Source data
══════════
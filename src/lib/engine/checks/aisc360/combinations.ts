/**
 * Load combinations of the AISC bases, ASCE 7-22 §2.3.1 (strength design, LRFD) and §2.4.1
 * (allowable stress design, ASD), gravity only (from memory of the clause numbers and factors;
 * engineering reference C.4 and C.7):
 * LRFD 1.4D and 1.2D + 1.6L; ASD D and D + L. The proposed temporary load is taken as live load
 * (factor 1.6 on LRFD, 1.0 on ASD) unless the settings give it its own factor: ASCE 37 covers
 * loads during construction, but its factors are not confirmed here. 0.9D belongs to the wind and
 * seismic combinations (2.3.1 (6), (7)), which do not apply to a gravity-only beam, so dead load
 * takes one factor over the whole beam. Existing live load is patterned span by span as on the
 * Eurocode basis (load-arrangements.ts).
 */
import type { Combination, FactorSettings } from '../basis-types';
import type { AiscMethod } from './resistance';

/** Recommended factors per method. */
export const ASCE7_FACTORS = {
	lrfd: { alone: 1.4, dead: 1.2, live: 1.6 },
	asd: { alone: 1.0, dead: 1.0, live: 1.0 }
} as const;

/** The factors in use, named as in the Specification's load symbols. */
export interface AsceFactors {
	/** Name of the set: `asce7-lrfd`, `asce7-asd` or `custom`. */
	set: string;
	/** Dead load alone (1.4D / D). */
	alone: number;
	/** Dead load with live load (1.2D / D). */
	dead: number;
	/** Existing live load (1.6L / L). */
	live: number;
	/** Proposed temporary load (as live load unless set). */
	temporary: number;
}

/** True when the settings were written for these bases (otherwise the recommended set is used). */
function ownSet(settings: FactorSettings): boolean {
	return settings.set === 'asce7-lrfd' || settings.set === 'asce7-asd' || settings.set === 'custom';
}

/**
 * The factors for a method: entered values of an ASCE 7 or custom set, recommended values for
 * whatever is missing. A Eurocode set name means nothing here: its numbers are not used.
 * @example resolveAsceFactors({ set: 'asce7-lrfd' }, 'lrfd').temporary // 1.6
 */
export function resolveAsceFactors(settings: FactorSettings, method: AiscMethod): AsceFactors {
	const r = ASCE7_FACTORS[method];
	const own = ownSet(settings);
	const pick = (v: number | undefined, fallback: number) => (own && v !== undefined ? v : fallback);
	const live = pick(settings.gammaQ, r.live);
	return {
		set: own ? settings.set : method === 'lrfd' ? 'asce7-lrfd' : 'asce7-asd',
		alone: pick(settings.gammaGAlone, r.alone),
		dead: pick(settings.gammaGsup, r.dead),
		live,
		temporary: pick(settings.gammaT, live)
	};
}

/** A factor as written in a combination: `1.2`, and nothing for 1 (`D + L`). */
function coefficient(v: number): string {
	return v === 1 ? '' : String(Number(v.toPrecision(4)));
}

/**
 * The combinations to try: dead load alone, and dead with live and the temporary load.
 * @example listAsceCombinations(resolveAsceFactors({ set: 'asce7-lrfd' }, 'lrfd'), 'lrfd')
 *   .map((c) => c.name) // ['1.4D (ASCE 7-22 2.3.1)', '1.2D + 1.6L (ASCE 7-22 2.3.1), …']
 */
export function listAsceCombinations(f: AsceFactors, method: AiscMethod): Combination[] {
	const clause = method === 'lrfd' ? 'ASCE 7-22 2.3.1' : 'ASCE 7-22 2.4.1';
	const single = { permanentSingle: true, imposedWord: 'live' };
	const alone: Combination = {
		name: `${coefficient(f.alone)}D (${clause})`,
		gammaGsup: f.alone,
		gammaGinf: f.alone,
		gammaImposed: 0,
		gammaTemporary: 0,
		...single
	};
	const temporary =
		f.temporary === f.live
			? 'temporary load as live load'
			: `temporary load × ${Number(f.temporary.toPrecision(4))}`;
	const withLive: Combination = {
		name: `${coefficient(f.dead)}D + ${coefficient(f.live)}L (${clause}), ${temporary}`,
		gammaGsup: f.dead,
		gammaGinf: f.dead,
		gammaImposed: f.live,
		gammaTemporary: f.temporary,
		...single
	};
	return [alone, withLive];
}
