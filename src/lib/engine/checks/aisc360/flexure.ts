/**
 * Nominal flexural strength Mn of doubly symmetric I-shapes bent about the major axis,
 * AISC 360-22 F2 (compact webs and flanges) and F3 (compact webs, noncompact or slender
 * flanges), with φb = 0.90 / Ωb = 1.67 (F1). Webs that are not compact (F4, F5) are outside
 * what this file covers and come back as `supported: false`.
 *
 * Status: equations F2-1 … F2-8 and F3-1, F3-2 are from memory of the Specification (360-16
 * numbering, unchanged in 360-22 as far as recalled); tested against the Manual's Table 3-2
 * Lp, Lr, φbMp and Design Examples F.1 (see test/validation/aisc-design-examples-flexure.test.ts).
 */
import { assertFinite } from '../../model/issue';
import { classifyIShapeFlexure, computeKc, type SectionCompactness } from './compactness';
import { FLEXURE_FACTORS, type ResistanceFactors } from './resistance';

/** How lateral-torsional buckling is found for the segment. */
export type LtbDemand =
	/** The Specification's route: F2-2/F2-4 with Cb (F1-1). */
	| { method: 'cb'; Cb: number }
	/**
	 * Our choice: the elastic critical moment Mcr of the real segment (moment diagram and load
	 * height, e.g. from `checks/mcr.ts`) replaces Fcr·Sx of F2-4 through an equivalent
	 * Cb,eq = Mcr / (Fcr·Sx at Cb = 1); F2-2 and F2-3 then run with Cb,eq. The Commentary to F1
	 * allows a more exact analysis of the elastic buckling moment [from memory].
	 */
	| { method: 'mcr'; Mcr: number };

/** Inputs of {@link computeIShapeFlexure}; N, mm, MPa. */
export interface IShapeFlexureInput {
	Fy: number;
	E: number;
	/** Plastic and elastic section moduli about the major axis, mm³. */
	Zx: number;
	Sx: number;
	/** Radius of gyration about the minor axis, mm. */
	ry: number;
	/** Effective radius of gyration rts (F2-7, see {@link computeRts}), mm. */
	rts: number;
	/** Torsional constant J, mm⁴. */
	J: number;
	/** Distance between flange centroids ho = d − tf, mm. */
	ho: number;
	/** c of F2-8a: 1 for doubly symmetric I-shapes (default). */
	c?: number;
	/** Flange width and thickness, web depth h (rolled: d − 2k) and thickness, mm. */
	bf: number;
	tf: number;
	h: number;
	tw: number;
	/** Welded section: flange λr and F3-2 with kc (Table B4.1b case 11). */
	builtUp?: boolean;
	/** Laterally unbraced length of the segment, mm (0 for continuous bracing). */
	Lb: number;
	ltb: LtbDemand;
}

/** The lateral-torsional buckling branch of F2.2. */
export interface LtbBranch {
	range: 'plastic' | 'inelastic' | 'elastic';
	/** Mn of this limit state, N·mm; null when Lb ≤ Lp (the limit state does not apply). */
	Mn: number | null;
	/** Cb used: the given Cb or, on the Mcr route, Cb,eq = Mcr / Me(Cb = 1). */
	Cb: number;
	/** Elastic LTB moment Fcr·Sx with that Cb (F2-4), N·mm; null for Lb = 0. */
	Me: number | null;
	equation: 'F2-2' | 'F2-3' | 'none';
}

/** Flange local buckling, F3.2. */
export interface FlangeBranch {
	/** Mn of this limit state, N·mm; null for compact flanges (does not apply). */
	Mn: number | null;
	equation: 'F3-1' | 'F3-2' | 'none';
	/** kc of F3-2 (only for slender flanges). */
	kc?: number;
}

/** Mn with every intermediate value the report shows. */
export type IShapeFlexure =
	| {
			supported: true;
			/** Nominal flexural strength, N·mm: the least of the limit states below. */
			Mn: number;
			/** Mp = Fy·Zx (F2-1), N·mm. */
			Mp: number;
			governing: 'yielding' | 'lateral-torsional buckling' | 'flange local buckling';
			/** e.g. `AISC 360-22 F2.2 (F2-2)`. */
			clause: string;
			factors: ResistanceFactors;
			/** Limiting lengths Lp (F2-5) and Lr (F2-6), mm. */
			Lp: number;
			Lr: number;
			ltb: LtbBranch;
			flange: FlangeBranch;
			compactness: SectionCompactness;
	  }
	| { supported: false; clause: string; reason: string; compactness: SectionCompactness };

/**
 * rts² = √(Iy·Cw) / Sx (F2-7).
 * @param o.Iy mm⁴, o.Cw mm⁶, o.Sx mm³
 * @returns rts, mm
 * @example computeRts({ Iy: 28.9, Cw: 1730, Sx: 64.7 }) // ≈ 1.86 (W16x40 in inches)
 */
export function computeRts(o: { Iy: number; Cw: number; Sx: number }): number {
	return Math.sqrt(Math.sqrt(o.Iy * o.Cw) / o.Sx);
}

/**
 * Lp = 1.76·ry·√(E/Fy) (F2-5).
 * @example computeLp({ ry: 1.57, E: 29000, Fy: 50 }) // ≈ 66.5 in = 5.55 ft (W16x40)
 */
export function computeLp(o: { ry: number; E: number; Fy: number }): number {
	return 1.76 * o.ry * Math.sqrt(o.E / o.Fy);
}

type LrInput = Pick<IShapeFlexureInput, 'rts' | 'J' | 'c' | 'Sx' | 'ho' | 'E' | 'Fy'>;

/**
 * Lr = 1.95·rts·(E/0.7Fy)·√( Jc/(Sx·ho) + √((Jc/(Sx·ho))² + 6.76(0.7Fy/E)²) ) (F2-6).
 * @example // W16x40 in inches and ksi: ≈ 190.7 in = 15.9 ft
 * computeLr({ rts: 1.86, J: 0.794, Sx: 64.7, ho: 15.5, E: 29000, Fy: 50 })
 */
export function computeLr(o: LrInput): number {
	const jTerm = (o.J * (o.c ?? 1)) / (o.Sx * o.ho);
	const stress = (0.7 * o.Fy) / o.E;
	const inner = Math.sqrt(jTerm * jTerm + 6.76 * stress * stress);
	return 1.95 * o.rts * (o.E / (0.7 * o.Fy)) * Math.sqrt(jTerm + inner);
}

/**
 * Elastic LTB moment Fcr·Sx with Fcr = Cb·π²E/(Lb/rts)²·√(1 + 0.078·(Jc/(Sx·ho))·(Lb/rts)²)
 * (F2-4), N·mm.
 */
export function computeElasticLtbMoment(o: LrInput & { Lb: number; Cb: number }): number {
	const slenderness = o.Lb / o.rts;
	const jTerm = (o.J * (o.c ?? 1)) / (o.Sx * o.ho);
	const Fcr =
		((o.Cb * Math.PI ** 2 * o.E) / slenderness ** 2) *
		Math.sqrt(1 + 0.078 * jTerm * slenderness ** 2);
	return Fcr * o.Sx;
}

/** F2.2: the LTB branch for Lb against Lp and Lr. */
function computeLtbBranch(o: IShapeFlexureInput, Mp: number, Lp: number, Lr: number): LtbBranch {
	if (o.ltb.method === 'mcr' && !(o.ltb.Mcr > 0)) throw new Error('invariant: Mcr must be > 0');
	if (o.Lb <= 0) {
		const Cb = o.ltb.method === 'cb' ? o.ltb.Cb : 1;
		return { range: 'plastic', Mn: null, Cb, Me: null, equation: 'none' };
	}
	const Cb =
		o.ltb.method === 'cb' ? o.ltb.Cb : o.ltb.Mcr / computeElasticLtbMoment({ ...o, Cb: 1 });
	const Me = computeElasticLtbMoment({ ...o, Cb });
	if (o.Lb <= Lp) return { range: 'plastic', Mn: null, Cb, Me, equation: 'none' };
	if (o.Lb <= Lr) {
		const Mr = 0.7 * o.Fy * o.Sx;
		const Mn = Math.min(Mp, Cb * (Mp - ((Mp - Mr) * (o.Lb - Lp)) / (Lr - Lp)));
		return { range: 'inelastic', Mn, Cb, Me, equation: 'F2-2' };
	}
	return { range: 'elastic', Mn: Math.min(Mp, Me), Cb, Me, equation: 'F2-3' };
}

/** F3.2: compression flange local buckling of a noncompact or slender flange. */
function computeFlangeBranch(
	o: IShapeFlexureInput,
	Mp: number,
	compactness: SectionCompactness
): FlangeBranch {
	const flange = compactness.elements[0];
	if (flange.status === 'compact') return { Mn: null, equation: 'none' };
	if (flange.status === 'noncompact') {
		const share = (flange.lambda - flange.lambdaP) / (flange.lambdaR - flange.lambdaP);
		return { Mn: Mp - (Mp - 0.7 * o.Fy * o.Sx) * share, equation: 'F3-1' };
	}
	const kc = computeKc(o);
	return { Mn: (0.9 * o.E * kc * o.Sx) / flange.lambda ** 2, equation: 'F3-2', kc };
}

/**
 * Mn of a doubly symmetric I-shape with a compact web about its major axis: the least of
 * yielding (F2-1), lateral-torsional buckling (F2-2, F2-3) and, for noncompact or slender
 * flanges, compression flange local buckling (F3-1, F3-2).
 * @example
 * // W18x50, A992, Lb = 11.67 ft, Cb = 1.01 (Design Examples F.1-2): Mn ≈ 4 060 kip·in
 * computeIShapeFlexure({ ...w18x50, Fy: 344.7, E: 199948, Lb: 3556, ltb: { method: 'cb', Cb: 1.01 } })
 */
export function computeIShapeFlexure(o: IShapeFlexureInput): IShapeFlexure {
	const compactness = classifyIShapeFlexure(o);
	if (compactness.elements[1].status !== 'compact') {
		const clause =
			compactness.elements[1].status === 'noncompact' ? 'AISC 360-22 F4' : 'AISC 360-22 F5';
		const reason = 'The web is not compact for flexure: F4/F5 are not covered by this tool.';
		return { supported: false, clause, reason, compactness };
	}
	const Mp = o.Fy * o.Zx;
	const Lp = computeLp(o);
	const Lr = computeLr(o);
	const ltb = computeLtbBranch(o, Mp, Lp, Lr);
	const flange = computeFlangeBranch(o, Mp, compactness);
	let Mn = Mp;
	let governing: Extract<IShapeFlexure, { supported: true }>['governing'] = 'yielding';
	let clause = 'AISC 360-22 F2.1 (F2-1)';
	if (ltb.Mn !== null && ltb.Mn < Mn) {
		Mn = ltb.Mn;
		governing = 'lateral-torsional buckling';
		clause = `AISC 360-22 F2.2 (${ltb.equation})`;
	}
	if (flange.Mn !== null && flange.Mn < Mn) {
		Mn = flange.Mn;
		governing = 'flange local buckling';
		clause = `AISC 360-22 F3.2 (${flange.equation})`;
	}
	assertFinite(Mn, 'AISC Mn');
	return {
		supported: true,
		Mn,
		Mp,
		governing,
		clause,
		factors: FLEXURE_FACTORS,
		Lp: assertFinite(Lp, 'AISC Lp'),
		Lr: assertFinite(Lr, 'AISC Lr'),
		ltb,
		flange,
		compactness
	};
}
══════════
For this task, write out exactly the lines of the entries above, starting at the line with "in = 15.9 ft" and ending at the line with "const stress = (0.7 * o.Fy) / o.E;", both included, and no others.

WRITTEN ANSWER:
 * @example // W16x40 in inches and ksi: ≈ 190.7 in = 15.9 ft
 * computeLr({ rts: 1.86, J: 0.794, Sx: 64.7, ho: 15.5, E: 29000, Fy: 50 })
 */
export function computeLr(o: LrInput): number {
	const jTerm = (o.J * (o.c ?? 1)) / (o.Sx * o.ho);
	const stress = (0.7 * o.Fy) / o.E;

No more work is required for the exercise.